import {
  type ClientVocabularyState,
  clientVocabularyStateSchema,
  type UpdateClientVocabularyInput,
} from '@keyloom/shared';
import { useMutation, useQueryClient } from '@tanstack/react-query';
import { apiRequest } from '@/lib/api-client';
import { vocabularyKeys } from './keys';

export type UpdateClientVocabularyVariables = { clientId: string; input: UpdateClientVocabularyInput };

/** Saves the whole list; the API refuses (409) a revision someone else has already moved on from. */
export const updateClientVocabulary = ({
  clientId,
  input,
}: UpdateClientVocabularyVariables): Promise<ClientVocabularyState> =>
  apiRequest(`/clients/${encodeURIComponent(clientId)}/vocabulary`, {
    method: 'PUT',
    body: input,
    schema: clientVocabularyStateSchema,
  });

export const useUpdateClientVocabulary = () => {
  const queryClient = useQueryClient();
  return useMutation({
    mutationFn: updateClientVocabulary,
    onSuccess: (state) => {
      queryClient.setQueryData(vocabularyKeys.client(state.clientId), state);
      // The misspelling review leaves out what the list blocks or keeps.
      return queryClient.invalidateQueries({ queryKey: vocabularyKeys.versions() });
    },
  });
};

------------------------------

▸ **Work request**: The answer consists of the line holding "const queryClient = useQueryClient();" and every line after it up to the end of the records, word for word.

▸ **Response**:
  const queryClient = useQueryClient();
  return useMutation({
    mutationFn: updateClientVocabulary,
    onSuccess: (state) => {
      queryClient.setQueryData(vocabularyKeys.client(state.clientId), state);
      // The misspelling review leaves out what the list blocks or keeps.
      return queryClient.invalidateQueries({ queryKey: vocabularyKeys.versions() });
    },
  });
};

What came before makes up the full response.